Recent advances in tactile sensing technology Seedless Hydrothermal Growth of ZnO Nanorods as a Promising Route for Flexible Tactile Sensors, were published in the journal Nanomaterials. In this paper, authors from The BioRobotics Institute at Sant’Anna School, the Centre of Excellence in Robotics & AI, the NEST Laboratory at Scuola Normale Superiore, the Department of Engineering and Geology at the University of Chieti-Pescara, Institute of Automation and Robotics at the University of Poznan and the Indian Institute of Technology Bombay, demonstrated that the use of the seedless growth significantly simplified the production process of pressure sensors as more effective tactile sensors with the potential to cover large areas. These high-performance flexible tactile sensors could be integrated into the sensorized skins of collaborative robots and prostheses, robots for surgery, clinical diagnosis and treatment process, robotics for Industry 4.0 and robots for emergency response and natural disaster management.
This study is based on a cooperation strategy with Inail Institute (research projects MOTU and SENSE-RISC) and the Ministry of Education, University and Research (project PARLOMA). Shared methodologies reflect the most advanced research in the development of piezoelectric properties of nanomaterials ZnO nanorods (NRs). The ability of the sensor to respond differently to a wide range of frequencies allows detection and exploitation of vibrations from natural sources. As tactile perception in human skin is conveyed by mechanoreceptors, which behave as electromechanical transducers by translating mechanical stimuli into electrical signals, the object manipulation, and the sliding contact between the fingertips generate vibrations which open up a variety of possibilities in the field of pressure sensors.
“Self-powered, non-toxic, and highly sensitive nanomaterials have been deeply explored as they present enhanced mechanical properties and inherent permanent dipole which reduce overall manufacturing costs. Among the possible methods for obtaining ZnO NRs, the hydrothermal growth process is lean to perform, low-cost, and suitable for large-scale production. The hydrothermal process operates at low temperatures thus enabling the growth of NRs on different materials, such as textiles and polymers for the fabrication of flexible devices,” said Ilaria Cesini, postdoctoral researcher from The BioRobotics Institute and the first author of the paper.
“To evaluate the effect of the growth temperature on the morphology of ZnO NRs, different seedless syntheses were carried out at selected temperatures. The growth produced vertical hexagonal prismatic rods, while pyramidal structures were observed at higher temperature. Many recent studies have exploited a SL-assisted growth to develop ZnO NRs-based devices. In this study the sensor fabrication was achieved via simple seedless hydrothermal growth. The as-grown nanostructures have been embedded within a polymeric matrix that provides mechanical support against possible failure of the device under repeated mechanical stress,” said Professor Alessandro Fraleoni Morgera, from the Department of Engineering and Geology at the University G. D'Annunzio of Chieti-Pescara.

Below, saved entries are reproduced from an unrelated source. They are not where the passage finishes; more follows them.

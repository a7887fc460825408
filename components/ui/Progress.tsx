import { StyleSheet, View } from 'react-native';

import { color } from '../theme/tokens';
import { Text } from './Text';

/** How far something has come, in words and as a bar. */
export function Progress({ label, value, max, words }: { label: string; value: number; max: number; words?: string }) {
  const share = max > 0 ? Math.min(1, Math.max(0, value / max)) : 0;
  return (
    <View style={styles.all}>
      <View
        role="progressbar"
        aria-label={label}
        aria-valuenow={value}
        aria-valuemin={0}
        aria-valuemax={max}
        {...(words ? { 'aria-valuetext': words } : {})}
        style={styles.track}
      >
        <View style={[styles.done, { width: `${share * 100}%` }]} />
      </View>
      {words ? (
        <Text variant="small" tone="quiet" aria-hidden>
          {words}
        </Text>
      ) : null}
    </View>
  );
}

const styles = StyleSheet.create({
  all: { gap: 4 },
  track: { height: 12, borderWidth: 2, borderColor: color.ink, backgroundColor: color.raised },
  done: { height: '100%', backgroundColor: color.ink },
});
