import { useId, useRef, type KeyboardEvent, type ReactNode } from 'react';
import { StyleSheet, View } from 'react-native';

import { color, font, space } from '../theme/tokens';

interface PageTabsProps<T extends string> {
  label: string;
  value: T;
  onChange: (value: T) => void;
  tabs: readonly { value: T; label: string }[];
  /** What the chosen tab shows. */
  children: ReactNode;
}

/** Parts of one place. Arrow keys, Home and End move between them; Tab goes on into the part. */
export function PageTabs<T extends string>({ label, value, onChange, tabs, children }: PageTabsProps<T>) {
  const id = useId();
  const list = useRef<HTMLDivElement>(null);
  const at = tabs.findIndex((tab) => tab.value === value);
  const move = (event: KeyboardEvent) => {
    const to = { ArrowRight: at + 1, ArrowLeft: at - 1, Home: 0, End: tabs.length - 1 }[event.key];
    if (to === undefined) return;
    event.preventDefault();
    const next = tabs[(to + tabs.length) % tabs.length];
    if (!next) return;
    onChange(next.value);
    list.current?.querySelector<HTMLElement>(`[data-tab="${next.value}"]`)?.focus();
  };
  return (
    <View style={styles.all}>
      <div role="tablist" aria-label={label} ref={list} onKeyDown={move} style={listStyle}>
        {tabs.map((tab) => (
          <button
            key={tab.value}
            type="button"
            role="tab"
            id={`${id}-${tab.value}`}
            data-tab={tab.value}
            aria-selected={tab.value === value}
            aria-controls={`${id}-panel`}
            tabIndex={tab.value === value ? 0 : -1}
            onClick={() => onChange(tab.value)}
            style={tabStyle(tab.value === value)}
          >
            {tab.label}
          </button>
        ))}
      </div>
      <div role="tabpanel" id={`${id}-panel`} aria-labelledby={`${id}-${value}`} style={{ minWidth: 0 }}>
        {children}
      </div>
    </View>
  );
}

const listStyle = {
  display: 'flex',
  overflowX: 'auto',
  borderBottom: `1px solid ${color.rail}`,
  // room for the focus ring, which the scrolling edge would cut
  padding: 4,
} as const;
const tabStyle = (chosen: boolean) => ({
  flex: 'none',
  minHeight: 48,
  padding: '0 16px',
  border: 0,
  borderBottom: `4px solid ${chosen ? color.ink : 'transparent'}`,
  background: 'none',
  color: chosen ? color.ink : color.quiet,
  fontFamily: font.bodyBold,
  fontWeight: 700,
  fontSize: 17,
  cursor: 'pointer',
});

const styles = StyleSheet.create({ all: { gap: space.m, minWidth: 0 } });
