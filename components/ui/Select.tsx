import { FieldFrame, type FieldFrameProps } from './FieldFrame';

export interface Choice<T extends string> {
  value: T;
  label: string;
  hint?: string;
  disabled?: boolean;
}

export interface SelectProps<T extends string> extends FieldFrameProps {
  value: T | '';
  onChange: (value: T) => void;
  options: readonly Choice<T>[];
  /** Shown while nothing is chosen; can't be chosen again. */
  placeholder?: string;
  disabled?: boolean;
}

/** One of many, by the platform's own list. */
export function Select<T extends string>({
  value,
  onChange,
  options,
  placeholder,
  disabled,
  ...frame
}: SelectProps<T>) {
  return (
    <FieldFrame {...frame}>
      {(control) => (
        <select
          {...control}
          className="control"
          value={value}
          disabled={disabled}
          onChange={(event) => {
            const chosen = options.find((option) => option.value === event.target.value);
            if (chosen) onChange(chosen.value);
          }}
        >
          {placeholder !== undefined || value === '' ? (
            <option value="" disabled>
              {placeholder ?? ''}
            </option>
          ) : null}
          {options.map((option) => (
            <option key={option.value} value={option.value} disabled={option.disabled}>
              {option.label}
            </option>
          ))}
        </select>
      )}
    </FieldFrame>
  );
}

“Due to their fast-dynamic response to a wide range of vibration frequencies, the piezoelectric elements of the ZnO NRs-based tactile sensor proposed in this study can be used to develop electronic skins for robotics applications. The use of flexible substrates and embedding layers such as polyimide lays the ground for sensors fully conformable to non-planar rigid surfaces, hence suitable for integration into manipulators, robotic arms, and prostheses,” said Sant’Anna School Professor Calogero Oddo as the coordinator of the Neuro-Robotic Touch Lab.
Further details can be found in: Ilaria Cesini, Magdalena Kowalczyk, Alessandro Lucantonio, Giacomo D’Alesio, Pramod Kumar, Domenico Camboni, Luca Massari, Pasqualantonio Pingue, Antonio DeSimone, Alessandro Fraleoni Morgera and Calogero Maria Oddo, Seedless Hydrothermal Growth of ZnO Nanorods as a Promising Route for Flexible Tactile Sensors, Nanomaterials 2020, 10(5), 977.